To address this question, we isolated outliers, defined as the cases in which the predicted notice period (based on precedential trends and restricted to the consideration of a few legally relevant attributes) deviated significantly from the actual decision of the judge. We extracted all cases in which the prediction deviated by four or more months from the actual judge’s decision. This led us to isolate 123 outliers, or 8 per cent of cases (see Figure 11, below). For instance, the outlier labeled “1” in Figure 11 corresponds to Johnson v. James Western Star Ltd., in which it appears that a surprisingly long notice period of twenty-four months was awarded after the plaintiff worked for four years as a salesman (operational work) at a transportation and warehousing company.[92] We investigated the grounds for the judge’s decision (which was confirmed on appeal), and found that the judgement took into account the fact that the worker was induced to leave a senior position with a company he had worked at for twenty-one years and accepted a non-senior role in the company with the promise that he would be promoted; however, employment was terminated before any promotion materialized. The judge concluded that the plaintiff would not have left his job if not for that promise. The notice period was thus determined according to what the judge considered to be a fair outcome and the Bardal factors played a limited role in the calculation of the award. It is not surprising that this case was poorly predicted by the algorithm, since it was not trained to take this variable into consideration. In legal terms, this is a classic case of inducement; the algorithm, not trained to identify inducements, recognized this case as an outlier in that it deviated from the Bardal system.[93]

Similarly, the second outlier in Figure 11 (labelled “2”), Galant v Shomrai Hadath, corresponded to an eighty-eight-year-old employee who had worked for thirty years as a ritual slaughterer with a religious organization. He had strong experience, a high qualification level, and poor employment opportunities.[94] Nominally, these characteristics would lead the algorithm (or the judge) to predict a long notice period; yet the judge awarded a two-month notice period. The judge duly justified this short notice period in the judgment: the owner and sole proprietor of the company was a volunteer for a religious organization and the worker had expressed his intent to retire soon. As we can see, these outliers do not appear to be instances of inconsistent application of law, but rely rather on the particular circumstances of each case.

Figure 11

Outliers (double circles) selected: cases predicted with greater than four-month errors by the optimal algorithm (polynomial regression with all Bardal criteria represented by single circles). Cases 1 and 2 are discussed in the text.

-> See the list of figures

Notwithstanding these unexpected outcomes, they do not constitute instances of inconsistent application of the law. It is clear that special situations such as these cannot be accurately predicted by algorithms based on standardized factual elements and seem essentially impossible to predict by any algorithm. It would be interesting to assess whether this variability lends itself to a small number of prescribed aspects of the cases. In order to identify those elements, we systematically analyzed the 123 outliers. This analysis did not lead us to identify evidence of a disconcerting level of inconsistency that could make Bardal a “jackpot justice” system.[95] In all cases, judges explain at length the exceptional circumstances under which employees are awarded abnormal notice periods in all the outliers extracted. This makes clear that judges share similar standards. For instance, unusually generous awards may be justified by exceptional and aggravating circumstances: relocation, or the fact that the employee was induced to quit their job. Another explanation is that a group of judges have decided to take a different approach on Bardal.

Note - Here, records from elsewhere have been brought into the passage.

/* SPDX-License-Identifier: GPL-3.0-or-later */
/* What the fixed-point kernels say alike. */
#include "emit/fixed.h"

#include <math.h>

const char *pw_accumulator_type(pw_accumulator acc)
{
    return acc == PW_ACC_64 ? "int64_t" : acc == PW_ACC_32 ? "int32_t" : "uint32_t";
}

static const char *smallest_type(int64_t value)
{
    if (value >= INT16_MIN && value <= INT16_MAX) return "int16_t";
    return value >= INT32_MIN && value <= INT32_MAX ? "int32_t" : "int64_t";
}

void pw_fixed_constant(const pw_emission *e, pw_code *in, const char *name, int64_t value,
                       int fraction, const char *note)
{
    if (value == 0) return;
    if (!note) note = pw_word_note(e, name, ldexp((double)value, -fraction));
    pw_constant(in, pw_arena_print(e->arena, "static const %s $_%s_#", smallest_type(value), name),
                pw_word(value), note);
}

const char *pw_fixed_term(const pw_emission *e, const char *sum, char sign, pw_accumulator acc,
                          int64_t value, const char *name, const char *factor)
{
    const char *lead = *sum ? (sign == '-' ? " - " : " + ") : (sign == '-' ? "-" : "");
    if (value == 0) return sum;
    if (acc == PW_ACC_MODULO)
        return pw_arena_print(e->arena, "%s%s(uint32_t)((int32_t)$_%s_# * %s)", sum, lead, name,
                              factor);
    return pw_arena_print(e->arena, "%s%s(%s)$_%s_# * %s", sum, lead, pw_accumulator_type(acc),
                          name, factor);
}

static void counting_helper(const pw_emission *e, pw_code *file)
{
    const char *comment = e->r->wrap ? "v modulo the word; values outside are counted."
                                     : "v clamped to the word; values outside are counted.";
    if (!pw_once(file, "into_word")) return;
    pw_blank(file);
    pw_comment_line(file, comment);
    pw_code *f = pw_function(file, "static @ $_into_word($_state *s, int64_t v)");
    pw_put(f, pw_arena_print(e->arena, "if (v >= INT%d_MIN && v <= INT%d_MAX) return (@)v;",
                             e->bits, e->bits));
    pw_put(f, "s->clipped++;");
    if (!e->r->wrap) {
        pw_put(f,
               pw_arena_print(e->arena, "return v < 0 ? INT%d_MIN : INT%d_MAX;", e->bits, e->bits));
        return;
    }
    const char *half = e->bits == 16 ? "0x8000" : "0x80000000",
               *mask = e->bits == 16 ? "0xffff" : "0xffffffff";
    pw_put(f, pw_arena_print(e->arena, "v = (int64_t)(((uint64_t)v + %su) & %su);", half, mask));
    pw_put(f, pw_arena_print(e->arena, "return (@)(v - (int64_t)%s);", half));
}

static void clamp_helper(const pw_emission *e, pw_code *file)
{
    if (!pw_once(file, "clamp")) return;
    pw_blank(file);
    pw_code *f = pw_function(file, "static @ $_clamp(int64_t v)");
    pw_put(f, pw_arena_print(e->arena, "if (v > INT%d_MAX) return INT%d_MAX;", e->bits, e->bits));
    pw_put(f,
           pw_arena_print(e->arena, "return v < INT%d_MIN ? INT%d_MIN : (@)v;", e->bits, e->bits));
}

static void ratio_helper(const pw_emission *e, pw_code *file)
{
    const char *comment = e->r->truncate ? "The floor of p / d, for d > 0."
                                         : "p / d to the nearest, half up, for d > 0.";
    if (!pw_once(file, "ratio")) return;
    pw_blank(file);
    pw_comment_line(file, comment);
    pw_code *f = pw_function(file, "static int64_t $_ratio(int64_t p, int64_t d)");
    if (!e->r->truncate) pw_put(f, "p += d >> 1;");
    pw_put(f, "return p % d < 0 ? p / d - 1 : p / d;");
}

void pw_fixed_helpers(const pw_emission *e, const pw_words *w, pw_code *file)
{
    if (!w->cannot_clip) counting_helper(e, file);
    bool direct = w->structure != PW_COUPLED && w->order > 0;
    if (e->integrates || (direct && pw_direct_gain_sum(w) == 0)) return; /* settle needs none */
    clamp_helper(e, file);
    if (direct) ratio_helper(e, file);
}

void pw_fixed_into_word(const pw_emission *e, const pw_words *w, pw_code *body, const char *name,
                        const char *v, const char *node)
{
    const char *note = pw_bound_note(e, body->section, node);
    const char *line = w->cannot_clip
                           ? pw_arena_print(e->arena, "const @ %s = (@)%s;", name, v)
                           : pw_arena_print(e->arena, "const @ %s = $_into_word(s, %s);", name, v);
    pw_put_with(body, line, *note ? note : NULL);
}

Although this has not been openly discussed in the judgments, it may be argued that some of the judges are pushing for a case law development that is contrary to Bardal. It should be noted that this is not in and of itself contrary to the proper administration of justice. In fact, many judges and scholars have argued that Bardal is a sub-optimal system of calculation to begin with and should be reformed.[96] An example of this evolution of the law is the fact that several of the outlier cases were associated with awards of unusually long notice when the employer acted in bad faith in the manner of dismissal.

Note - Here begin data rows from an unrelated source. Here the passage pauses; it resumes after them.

/* SPDX-License-Identifier: GPL-3.0-or-later */
/* <stage>.h and <stage>.c, and the runtime files that go with them. */
#include "emit/emit.h"

#include <string.h>

#include "emit/emission.h"
#include "simulate/simulate.h"

/* An include guard: the stage's name in capitals. */
static const char *guard_of(const pw_emission *e)
{
    char *guard = pw_arena_print(e->arena, "%s_H", e->stage);
    for (char *c = guard; *c; c++)
        if (*c >= 'a' && *c <= 'z') *c = (char)(*c - 'a' + 'A');
    return guard;
}

static bool has_state(const pw_emission *e)
{
    for (int k = 0; k < e->r->count; k++)
        for (int i = 0; i < 6; i++)
            if (e->form[k]->member(e, &e->r->section[k], i)) return true;
    return e->counts;
}

/* 16-bit states that Arm's kernels read as words, with no counter that would align them. */
static bool read_as_words(const pw_emission *e)
{
    return e->part_kernels && e->r->sample == PW_Q15 && !e->counts && e->target->has_dsp;
}

static void state_struct(const pw_emission *e, pw_code *file)
{
    pw_code *comment = pw_comment(file);
    pw_prose(comment, "The state of one channel. Reset it, or settle it, before its first sample.");
    if (read_as_words(e)) pw_prose(comment, "It is read in words of 32 bits, and starts at one.");
    const char *after = read_as_words(e) ? " __attribute__((aligned(4))) $_state;" : " $_state;";
    pw_code *members = pw_block(file, "typedef struct", after);
    for (int k = 0; k < e->r->count; k++)
        e->form[k]->fields(e, &e->r->section[k], pw_section_group(members, k + 1));
    if (e->counts)
        pw_put_with(members, "uint32_t clipped;",
                    pw_arena_print(e->arena, "see %s_clipped", e->stage));
    if (!has_state(e)) pw_put_with(members, "char none;", "a gain keeps nothing");
}

static bool has_structure(const pw_emission *e, pw_structure structure)
{
    for (int k = 0; k < e->r->count; k++)
        if (e->r->section[k].structure == structure) return true;
    return false;
}

static void settle_comment(const pw_emission *e, pw_code *comment)
{
    if (e->integrates) {
        pw_prose(comment,
                 "This stage integrates: no steady state goes with a constant input, so settle"
                 " does what reset does.");
        return;
    }
    pw_prose(comment,
             "The state as if x had been there for ever, so that a filter starts without a thump.");
    if (e->fixed && has_structure(e, PW_DIRECT_1_SHAPED))
        pw_prose(comment,
                 "The error that is fed back then keeps the output moving by a unit or so.");
    if (e->fixed) pw_prose(comment, "Also clears the count of clips.");
}

static void prototypes(const pw_emission *e, pw_code *file)
{
    pw_put_with(file, "void $_reset($_state *s);", "at rest, as if 0 had been there for ever");
    pw_put_with(file, "@ $_step($_state *s, @ x);", "one sample");
    pw_put_with(file, "void $_block($_state *s, const @ *in, @ *out, size_t n);", "in may be out");
    pw_blank(file);
    settle_comment(e, pw_comment(file));
    pw_put(file, "void $_settle($_state *s, @ x);");
    if (!e->fixed) return;
    pw_blank(file);
    pw_comment_line(file, !e->counts
                              ? "How many times a node clipped since reset: always 0, no node can."
                          : e->r->wrap ? "How many times a node wrapped since reset, modulo 2^32."
                                       : "How many times a node clipped since reset, modulo 2^32.");
    pw_put(file, "uint32_t $_clipped(const $_state *s);");
}

static void header_file(const pw_emission *e, pw_code *header)
{
    const char *guard = guard_of(e);
    pw_comment_line(header, "SPDX-License-Identifier: 0BSD");
    pw_story(e, pw_comment(header));
    pw_directive(header, pw_arena_print(e->arena, "#ifndef %s", guard));
    pw_directive(header, pw_arena_print(e->arena, "#define %s", guard));
    pw_blank(header);
    pw_directive(header, "#include <stddef.h>");
    pw_directive(header, "#include <stdint.h>");
    if (!e->standalone) {
        pw_blank(header);
        pw_directive(header, pw_arena_print(e->arena, "#include \"pw_%s.h\"", e->family));
        pw_blank(header);
        pw_directive(header, "#if PW_RUNTIME_FORMAT != 1");
        pw_directive(header, "#error \"$ was made for format 1 of the runtime: build it again, or "
                             "take the pw_ files that were made with it\"");
        pw_directive(header, "#endif");
    }
    pw_blank(header);
    pw_extern_c(header, true);
    pw_blank(header);
    state_struct(e, header);
    pw_blank(header);
    prototypes(e, header);
}

static void close_header(pw_code *header)
{
    pw_blank(header);
    pw_extern_c(header, false);
    pw_directive(header, "#endif");
}

/* What standalone code asks of the machine; the runtime has its own checks. */
static void machine_checks(const pw_emission *e, pw_code *file)
{
    if (!e->standalone) return;
    pw_blank(file);
    if (e->fixed) {
        pw_directive(file, "#if !defined(INT16_MAX) || !defined(INT32_MAX) || !defined(INT64_MAX)");
        pw_directive(file, "#error \"$ needs int16_t, int32_t and int64_t: use a compiler with "
                           "C99's <stdint.h>\"");
        pw_directive(file, "#endif");
        pw_put(file, "typedef char $_needs_a_compiler_whose_right_shift_is_arithmetic"
                     "[((int32_t)-3 >> 1) == -2 && ((int64_t)-3 >> 1) == -2 ? 1 : -1];");
    } else if (e->single) {
        pw_put(file, "typedef char $_needs_an_ieee_float_of_32_bits_use_sample_q15_or_q31"
                     "[sizeof(float) == 4 && FLT_MANT_DIG == 24 ? 1 : -1];");
    } else {
        pw_put(file, "typedef char $_needs_a_double_of_64_bits_use_sample_float32_or_q31"
                     "[sizeof(double) == 8 && DBL_MANT_DIG == 53 ? 1 : -1];");
    }
}

static void sections(const pw_emission *e, pw_code *file)
{
    for (int k = 0; k < e->r->count; k++) {
        const pw_words *w = &e->r->section[k];
        const pw_form *form = e->form[k];
        if (form->helpers) form->helpers(e, w, file);
    }
    for (int k = 0; k < e->r->count; k++) {
        const pw_words *w = &e->r->section[k];
        const pw_form *form = e->form[k];
        pw_code *group = pw_section_group(file, k + 1);
        pw_blank(group);
        pw_comment_line(group,
                        pw_arena_print(e->arena, "---- Section %d: %s, order %d ----", k + 1,
                                       e->standalone ? form->name : pw_structure_word(w->structure),
                                       w->order));
        pw_blank(group);
        form->constants(e, w, group);
        if (form->step) {
            pw_blank(group);
            form->step(e, w, pw_function(group, "static inline @ $_section_#($_state *s, @ x)"));
        }
        if (!e->integrates) {
            pw_blank(group);
            form->settle(e, w, pw_function(group, "static @ $_settle_#($_state *s, @ x)"));
        }
    }
}

static bool all_step(const pw_emission *e)
{
    for (int k = 0; k < e->r->count; k++)
        if (!e->form[k]->step || e->form[k]->block) return false;
    return true;
}

/* The block works on a copy of the state, so that the compiler may keep it in registers though out
 * might point into it. */
static void block_of_steps(pw_code *file)
{
    pw_code *f = pw_function(file, "void $_block($_state *s, const @ *in, @ *out, size_t n)");
    pw_put(f, "$_state local = *s;");
    pw_put(f, "size_t i;");
    pw_put(f, "for (i = 0; i < n; i++) out[i] = $_cascade(&local, in[i]);");
    pw_put(f, "*s = local;");
}

static const char *member_of(const void *of, const pw_words *w, int k)
{
    const pw_emission *e = of;
    const char *name = e->form[w - e->r->section]->member(e, w, k);
    return name ? pw_arena_print(e->arena, "s->%s", name) : NULL;
}

/* The step in the instructions of the part, or the plain one; floats have both, because a compiler may
 * be told to pass them in other registers. */
static pw_status step(const pw_emission *e, const pw_cascade *kernels, pw_code *file)
{
    pw_text text = {0};
    bool done = false, floats = pw_cascade_floats_fit(kernels);
    pw_status status = e->part_kernels ? pw_kernel_step(e->r, e->target, e->stage, &text, &done)
                     : floats ? pw_kernel_step_float(e->r, e->target, e->stage, &text, &done) : PW_OK;
    if (done) pw_raw(file, pw_arena_copy(e->arena, pw_text_string(&text)));
    if (!done || floats) pw_put(pw_function(file, "@ $_step($_state *s, @ x)"), "return $_cascade(s, x);");
    if (done && floats) pw_directive(file, "#endif");
    pw_text_free(&text);
    return status;
}

/* Sample by sample: every section has a step. On a part with kernels these make the block. */
static pw_status stepping(const pw_emission *e, pw_code *file)
{
    const pw_cascade kernels = {e->r, e->target, e->part_kernels, member_of, e};
    pw_blank(file);
    pw_code *f = pw_function(file, "static inline @ $_cascade($_state *s, @ x)");
    for (int k = 0; k < e->r->count; k++)
        pw_put(pw_section_group(f, k + 1), "x = $_section_#(s, x);");
    pw_put(f, "return x;");
    pw_blank(file);
    pw_status status = step(e, &kernels, file);
    if (status) return status;
    if (pw_cascade_fits(&kernels)) return pw_cascade_emit(&kernels, file);
    pw_blank(file);
    if (pw_cascade_floats_fit(&kernels))
        pw_cascade_floats(&kernels, file);
    else
        block_of_steps(file);
    return PW_OK;
}

/* Section by section over the block; a step is a block of one. */
static void blocking(const pw_emission *e, pw_code *file)
{
    pw_blank(file);
    pw_code *f = pw_function(file, "void $_block($_state *s, const @ *in, @ *out, size_t n)");
    bool needs_s = has_state(e) && (e->fixed || e->r->section[0].order > 0 || e->r->count > 1);
    if (!needs_s) pw_put(f, "(void)s;");
    for (int k = 0; k < e->r->count; k++) {
        const pw_words *w = &e->r->section[k];
        pw_code *group = pw_section_group(f, k + 1);
        const char *in = k == 0 ? "in" : "out";
        if (e->form[k]->block) {
            e->form[k]->block(e, w, in, group);
        } else {
            pw_code *loop = pw_block(group, "for (size_t i = 0; i < n; i++)", "");
            pw_put(loop, pw_arena_print(e->arena, "out[i] = $_section_#(s, %s[i]);", in));
        }
    }
    pw_blank(file);
    f = pw_function(file, "@ $_step($_state *s, @ x)");
    pw_put(f, "$_block(s, &x, &x, 1);");
    pw_put(f, "return x;");
}

static pw_status interface(const pw_emission *e, pw_code *file)
{
    pw_status status = PW_OK;
    pw_blank(file);
    pw_code *f = pw_function(file, "void $_reset($_state *s)");
    pw_put(f, "memset(s, 0, sizeof *s);");
    if (all_step(e))
        status = stepping(e, file);
    else
        blocking(e, file);
    pw_blank(file);
    f = pw_function(file, "void $_settle($_state *s, @ x)");
    pw_put(f, "$_reset(s);");
    if (e->integrates) pw_put(f, "(void)x;");
    for (int k = 0; k < e->r->count && !e->integrates; k++) {
        bool last = k == e->r->count - 1;
        pw_put(pw_section_group(f, k + 1),
               last ? "(void)$_settle_#(s, x);" : "x = $_settle_#(s, x);");
    }
    if (!e->fixed) return status;
    pw_blank(file);
    f = pw_function(file, "uint32_t $_clipped(const $_state *s)");
    if (!e->counts) pw_put(f, "(void)s;");
    pw_put(f, e->counts ? "return s->clipped;" : "return 0;");
    return status;
}

static pw_status source_file(const pw_emission *e, pw_code *source)
{
    pw_comment_line(source, "SPDX-License-Identifier: 0BSD");
    pw_code *comment = pw_comment(source);
    pw_prose(comment, "Made by polewright %s; the story is in %s.h. Build: %s", PW_VERSION,
             e->stage, pw_build_line(e));
    pw_directive(source, "#include \"$.h\"");
    pw_blank(source);
    if (e->standalone && !e->fixed) pw_directive(source, "#include <float.h>");
    pw_directive(source, "#include <string.h>");
    machine_checks(e, source);
    sections(e, source);
    return interface(e, source);
}

static pw_status copy_file(const char *shipped, const char *name, pw_fileset *out)
{
    char path[4096];
    pw_text text = {0};
    pw_status status = pw_data_path(shipped, path, sizeof path);
    if (status == PW_OK) status = pw_file_read(path, 1 << 20, &text);
    if (status == PW_OK) pw_text_add_bytes(pw_fileset_add(out, name), text.data, text.size);
    pw_text_free(&text);
    return status == PW_OK ? PW_OK : PW_FAILED;
}

static pw_status copy_runtime(const pw_emission *e, pw_fileset *out)
{
    const char *header = pw_arena_print(e->arena, "pw_%s.h", e->family);
    const char *source = pw_arena_print(e->arena, "pw_%s.c", e->family);
    pw_status status = copy_file("include/polewright/pw_runtime.h", "pw_runtime.h", out);
    if (status == PW_OK && e->fixed) status = copy_file("runtime/pw_fixed.h", "pw_fixed.h", out);
    if (status == PW_OK)
        status = copy_file(pw_arena_print(e->arena, "runtime/%s", header), header, out);
    if (status == PW_OK)
        status = copy_file(pw_arena_print(e->arena, "runtime/%s", source), source, out);
    return status;
}

static pw_status emit_files(const pw_emission *e, pw_fileset *out)
{
    pw_code *header = pw_code_file(e->arena, e->stage, e->type);
    pw_code *source = pw_code_file(e->arena, e->stage, e->type);
    header_file(e, header);
    pw_status status = source_file(e, source);
    pw_emit_converters(e, header, source);
    close_header(header);
    pw_code_render(header, pw_fileset_add(out, pw_arena_print(e->arena, "%s.h", e->stage)));
    pw_code_render(source, pw_fileset_add(out, pw_arena_print(e->arena, "%s.c", e->stage)));
    return status || e->standalone ? status : copy_runtime(e, out);
}

pw_status pw_emit_c(const pw_results *results, pw_fileset *out)
{
    pw_arena arena = {0};
    pw_emission e;
    pw_emission_begin(&e, results, &arena);
    pw_status status = emit_files(&e, out);
    pw_arena_free(&arena);
    return status;
}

In particular, we noticed several outliers related to the Wallace decision[97] regarding the determination of damages arising from claims concerning wrongful dismissal. According to Wallace, a breach of good faith and fair dealing in the manner of termination was compensated through an extension of the common law reasonable notice period. This extension was commonly referred to as “Wallace damages” or “bad faith damages.”[98] In the years following Wallace, we found evidence of several extended notice periods associated with the application of Wallace.[99] When such extensions were awarded, they tended to be in the range of one to four months added to the notice period. However, the limited number of cases calling upon both Bardal and Wallace makes it difficult to achieve statistical significance or to reach any conclusion concerning the way in which these cases were applied. That said, the emergence of new principles such as bad faith invoked in Wallace could call for extending the number of features treated by algorithms; but several years’ worth of history and many dozens of cases would be necessary for an algorithm to appropriately learn how to adjust decisions accordingly. Also, it turns out to be impractical given that in 2008 the Honda decision altered the Wallace approach.[100] Bad faith in the manner of dismissal should no longer be the ground for longer notice periods. Instead, the courts must assess whether mental distress was foreseeable when pursuing a moral damage claim.[101]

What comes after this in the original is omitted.